» **Task directions**: Your answer must be the full listing, reproduced word for word.

» **Task material**:

"""Tests for bridge/frames.py: the board protocol's decoders and encoders.

Outside sources: the COBS vectors come from Cheshire & Baker, "Consistent Overhead Byte
Stuffing", IEEE/ACM Transactions on Networking 7(2), 1999 (as listed in DOMAIN.md section 9);
the CRC-16/CCITT-FALSE parameters and check value from the CRC RevEng catalogue. The rest
checks the protocol as docs/protocol.md specifies it, including that document's own
example frame and C reference code.
"""

from __future__ import annotations

import itertools
import random
import re
import shutil
import subprocess
from collections.abc import Iterable, Sequence
from pathlib import Path

import pydantic
import pytest
from cobs import cobs
from hypothesis import HealthCheck, given, settings
from hypothesis import strategies as st

from bridge.errors import ConfigError
from bridge.frames import (
    DROP_REASONS,
    MAX_CHANNELS,
    MAX_VALUE,
    BinaryDecoder,
    Frame,
    FrameSettings,
    TextDecoder,
    crc16,
    encode_binary,
    encode_text,
    make_decoder,
)

PROTOCOL_DOC = Path(__file__).resolve().parents[1] / "docs" / "protocol.md"
NAMES = ["pitch", "volume"]

# COBS reference vectors [paper: Cheshire & Baker 1999, via DOMAIN.md section 9]:
# payload -> packet including the 0x00 delimiter.
COBS_VECTORS = [
    ("00", "01 01 00"),
    ("11 22 00 33", "03 11 22 02 33 00"),
    ("11 00 00 00", "02 11 01 01 01 00"),
]


# --- helpers -------------------------------------------------------------------------


def reference_crc16(data: bytes) -> int:
    """Bit-by-bit CRC written from the catalogue parameters, independent of binascii.

    CRC-16/CCITT-FALSE [std: CRC RevEng catalogue]: width 16, poly 0x1021, init 0xFFFF,
    refin false, refout false, xorout 0x0000.
    """
    crc = 0xFFFF
    for byte in data:
        for bit in range(7, -1, -1):
            top = (crc >> 15) & 1
            crc = (crc << 1) & 0xFFFF
            if top ^ ((byte >> bit) & 1):
                crc ^= 0x1021
    return crc


def manual_payload(seq: int, values: Sequence[int]) -> bytes:
    """The binary payload laid out byte by byte from the table in docs/protocol.md."""
    out = bytearray([seq & 0xFF, (seq >> 8) & 0xFF])
    for v in values:
        out += bytes([v & 0xFF, (v >> 8) & 0xFF, (v >> 16) & 0xFF, (v >> 24) & 0xFF])
    crc = reference_crc16(bytes(out))
    out += bytes([crc & 0xFF, crc >> 8])
    return bytes(out)


def feed_chunks(decoder: TextDecoder | BinaryDecoder, chunks: Iterable[bytes]) -> list[Frame]:
    frames: list[Frame] = []
    for chunk in chunks:
        frames.extend(decoder.feed(chunk))
    return frames


def split_at(data: bytes, cuts: Iterable[int]) -> list[bytes]:
    points = sorted({min(max(c, 0), len(data)) for c in cuts} | {0, len(data)})
    return [data[a:b] for a, b in itertools.pairwise(points)]


def state(decoder: TextDecoder | BinaryDecoder, frames: list[Frame]) -> tuple[object, ...]:
    return (
        [(f.seq, f.values) for f in frames],
        dict(decoder.drops),
        decoder.frames_ok,
        decoder.resyncs,
        getattr(decoder, "comments", None),
        decoder.synced,
    )


def is_subsequence(wanted: Sequence[Frame], got: Sequence[Frame]) -> bool:
    it = iter(got)
    return all(any(w == g for g in it) for w in wanted)


def nonzero(drops: dict[str, int]) -> dict[str, int]:
    return {k: v for k, v in drops.items() if v}


values_st = st.lists(st.integers(0, MAX_VALUE), min_size=2, max_size=2)
sep_st = st.sampled_from([" ", "\t", ",", ";", ", ", " ; ", "\t,"])


# --- CRC and COBS against the published references -------------------------------------


def test_crc_check_value() -> None:
    # CRC-16/CCITT-FALSE check value 0x29B1 [std: CRC RevEng catalogue]
    assert crc16(b"123456789") == 0x29B1
    assert reference_crc16(b"123456789") == 0x29B1


@given(st.binary(max_size=300))
def test_crc_matches_bitwise_reference(data: bytes) -> None:
    assert crc16(data) == reference_crc16(data)


@pytest.mark.parametrize(("payload", "wire"), COBS_VECTORS)
def test_cobs_vectors(payload: str, wire: str) -> None:
    # [paper: Cheshire & Baker 1999, vectors as listed in DOMAIN.md section 9]
    raw, packet = bytes.fromhex(payload), bytes.fromhex(wire)
    assert cobs.encode(raw) + b"\x00" == packet
    assert cobs.decode(packet[:-1]) == raw


# --- binary layout and the document's example -------------------------------------------


@given(st.integers(0, 0xFFFF), st.lists(st.integers(0, MAX_VALUE), min_size=1, max_size=8))
def test_binary_layout_matches_spec_table(seq: int, values: list[int]) -> None:
    packet = encode_binary(seq, values)
    assert packet.endswith(b"\x00") and packet.count(0) == 1
    assert cobs.decode(packet[:-1]) == manual_payload(seq, values)
    # 4n + 6 bytes on the wire for n <= 62 (one COBS block), as docs/protocol.md states
    assert len(packet) == 4 * len(values) + 6


def test_binary_seq_wraps_at_16_bits() -> None:
    assert encode_binary(65536 + 5, [1]) == encode_binary(5, [1])


def _doc_example() -> tuple[int, list[int], bytes]:
    text = PROTOCOL_DOC.read_text(encoding="utf-8")
    m = re.search(
        r"<!-- example-frame: seq=(\d+) values=([\d,]+) -->\s*```\s*\n([0-9a-f ]+)\n```", text
    )
    assert m, "docs/protocol.md lost its example-frame block"
    return int(m.group(1)), [int(v) for v in m.group(2).split(",")], bytes.fromhex(m.group(3))


def test_doc_example_frame_is_what_the_code_sends() -> None:
    seq, values, wire = _doc_example()
    assert encode_binary(seq, values) == wire
    assert cobs.decode(wire[:-1]) == manual_payload(seq, values)
    dec = BinaryDecoder(len(values), synced=True)
    assert dec.feed(wire) == [Frame(seq, values)]
    # The CRC the document prints beside the example
    body = manual_payload(seq, values)[:-2]
    assert f"0x{reference_crc16(body):04X}" in PROTOCOL_DOC.read_text(encoding="utf-8")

» **Task answer**:
"""Tests for bridge/frames.py: the board protocol's decoders and encoders.

Outside sources: the COBS vectors come from Cheshire & Baker, "Consistent Overhead Byte
Stuffing", IEEE/ACM Transactions on Networking 7(2), 1999 (as listed in DOMAIN.md section 9);
the CRC-16/CCITT-FALSE parameters and check value from the CRC RevEng catalogue. The rest
checks the protocol as docs/protocol.md specifies it, including that document's own
example frame and C reference code.
"""

from __future__ import annotations

import itertools
import random
import re
import shutil
import subprocess
from collections.abc import Iterable, Sequence
from pathlib import Path

import pydantic
import pytest
from cobs import cobs
from hypothesis import HealthCheck, given, settings
from hypothesis import strategies as st

from bridge.errors import ConfigError
from bridge.frames import (
    DROP_REASONS,
    MAX_CHANNELS,
    MAX_VALUE,
    BinaryDecoder,
    Frame,
    FrameSettings,
    TextDecoder,
    crc16,
    encode_binary,
    encode_text,
    make_decoder,
)

PROTOCOL_DOC = Path(__file__).resolve().parents[1] / "docs" / "protocol.md"
NAMES = ["pitch", "volume"]

# COBS reference vectors [paper: Cheshire & Baker 1999, via DOMAIN.md section 9]:
# payload -> packet including the 0x00 delimiter.
COBS_VECTORS = [
    ("00", "01 01 00"),
    ("11 22 00 33", "03 11 22 02 33 00"),
    ("11 00 00 00", "02 11 01 01 01 00"),
]


# --- helpers -------------------------------------------------------------------------


def reference_crc16(data: bytes) -> int:
    """Bit-by-bit CRC written from the catalogue parameters, independent of binascii.

    CRC-16/CCITT-FALSE [std: CRC RevEng catalogue]: width 16, poly 0x1021, init 0xFFFF,
    refin false, refout false, xorout 0x0000.
    """
    crc = 0xFFFF
    for byte in data:
        for bit in range(7, -1, -1):
            top = (crc >> 15) & 1
            crc = (crc << 1) & 0xFFFF
            if top ^ ((byte >> bit) & 1):
                crc ^= 0x1021
    return crc


def manual_payload(seq: int, values: Sequence[int]) -> bytes:
    """The binary payload laid out byte by byte from the table in docs/protocol.md."""
    out = bytearray([seq & 0xFF, (seq >> 8) & 0xFF])
    for v in values:
        out += bytes([v & 0xFF, (v >> 8) & 0xFF, (v >> 16) & 0xFF, (v >> 24) & 0xFF])
    crc = reference_crc16(bytes(out))
    out += bytes([crc & 0xFF, crc >> 8])
    return bytes(out)


def feed_chunks(decoder: TextDecoder | BinaryDecoder, chunks: Iterable[bytes]) -> list[Frame]:
    frames: list[Frame] = []
    for chunk in chunks:
        frames.extend(decoder.feed(chunk))
    return frames


def split_at(data: bytes, cuts: Iterable[int]) -> list[bytes]:
    points = sorted({min(max(c, 0), len(data)) for c in cuts} | {0, len(data)})
    return [data[a:b] for a, b in itertools.pairwise(points)]


def state(decoder: TextDecoder | BinaryDecoder, frames: list[Frame]) -> tuple[object, ...]:
    return (
        [(f.seq, f.values) for f in frames],
        dict(decoder.drops),
        decoder.frames_ok,
        decoder.resyncs,
        getattr(decoder, "comments", None),
        decoder.synced,
    )


def is_subsequence(wanted: Sequence[Frame], got: Sequence[Frame]) -> bool:
    it = iter(got)
    return all(any(w == g for g in it) for w in wanted)


def nonzero(drops: dict[str, int]) -> dict[str, int]:
    return {k: v for k, v in drops.items() if v}


values_st = st.lists(st.integers(0, MAX_VALUE), min_size=2, max_size=2)
sep_st = st.sampled_from([" ", "\t", ",", ";", ", ", " ; ", "\t,"])


# --- CRC and COBS against the published references -------------------------------------


def test_crc_check_value() -> None:
    # CRC-16/CCITT-FALSE check value 0x29B1 [std: CRC RevEng catalogue]
    assert crc16(b"123456789") == 0x29B1
    assert reference_crc16(b"123456789") == 0x29B1


@given(st.binary(max_size=300))
def test_crc_matches_bitwise_reference(data: bytes) -> None:
    assert crc16(data) == reference_crc16(data)


@pytest.mark.parametrize(("payload", "wire"), COBS_VECTORS)
def test_cobs_vectors(payload: str, wire: str) -> None:
    # [paper: Cheshire & Baker 1999, vectors as listed in DOMAIN.md section 9]
    raw, packet = bytes.fromhex(payload), bytes.fromhex(wire)
    assert cobs.encode(raw) + b"\x00" == packet
    assert cobs.decode(packet[:-1]) == raw


# --- binary layout and the document's example -------------------------------------------


@given(st.integers(0, 0xFFFF), st.lists(st.integers(0, MAX_VALUE), min_size=1, max_size=8))
def test_binary_layout_matches_spec_table(seq: int, values: list[int]) -> None:
    packet = encode_binary(seq, values)
    assert packet.endswith(b"\x00") and packet.count(0) == 1
    assert cobs.decode(packet[:-1]) == manual_payload(seq, values)
    # 4n + 6 bytes on the wire for n <= 62 (one COBS block), as docs/protocol.md states
    assert len(packet) == 4 * len(values) + 6


def test_binary_seq_wraps_at_16_bits() -> None:
    assert encode_binary(65536 + 5, [1]) == encode_binary(5, [1])


def _doc_example() -> tuple[int, list[int], bytes]:
    text = PROTOCOL_DOC.read_text(encoding="utf-8")
    m = re.search(
        r"<!-- example-frame: seq=(\d+) values=([\d,]+) -->\s*```\s*\n([0-9a-f ]+)\n```", text
    )
    assert m, "docs/protocol.md lost its example-frame block"
    return int(m.group(1)), [int(v) for v in m.group(2).split(",")], bytes.fromhex(m.group(3))


def test_doc_example_frame_is_what_the_code_sends() -> None:
    seq, values, wire = _doc_example()
    assert encode_binary(seq, values) == wire
    assert cobs.decode(wire[:-1]) == manual_payload(seq, values)
    dec = BinaryDecoder(len(values), synced=True)
    assert dec.feed(wire) == [Frame(seq, values)]
    # The CRC the document prints beside the example
    body = manual_payload(seq, values)[:-2]
    assert f"0x{reference_crc16(body):04X}" in PROTOCOL_DOC.read_text(encoding="utf-8")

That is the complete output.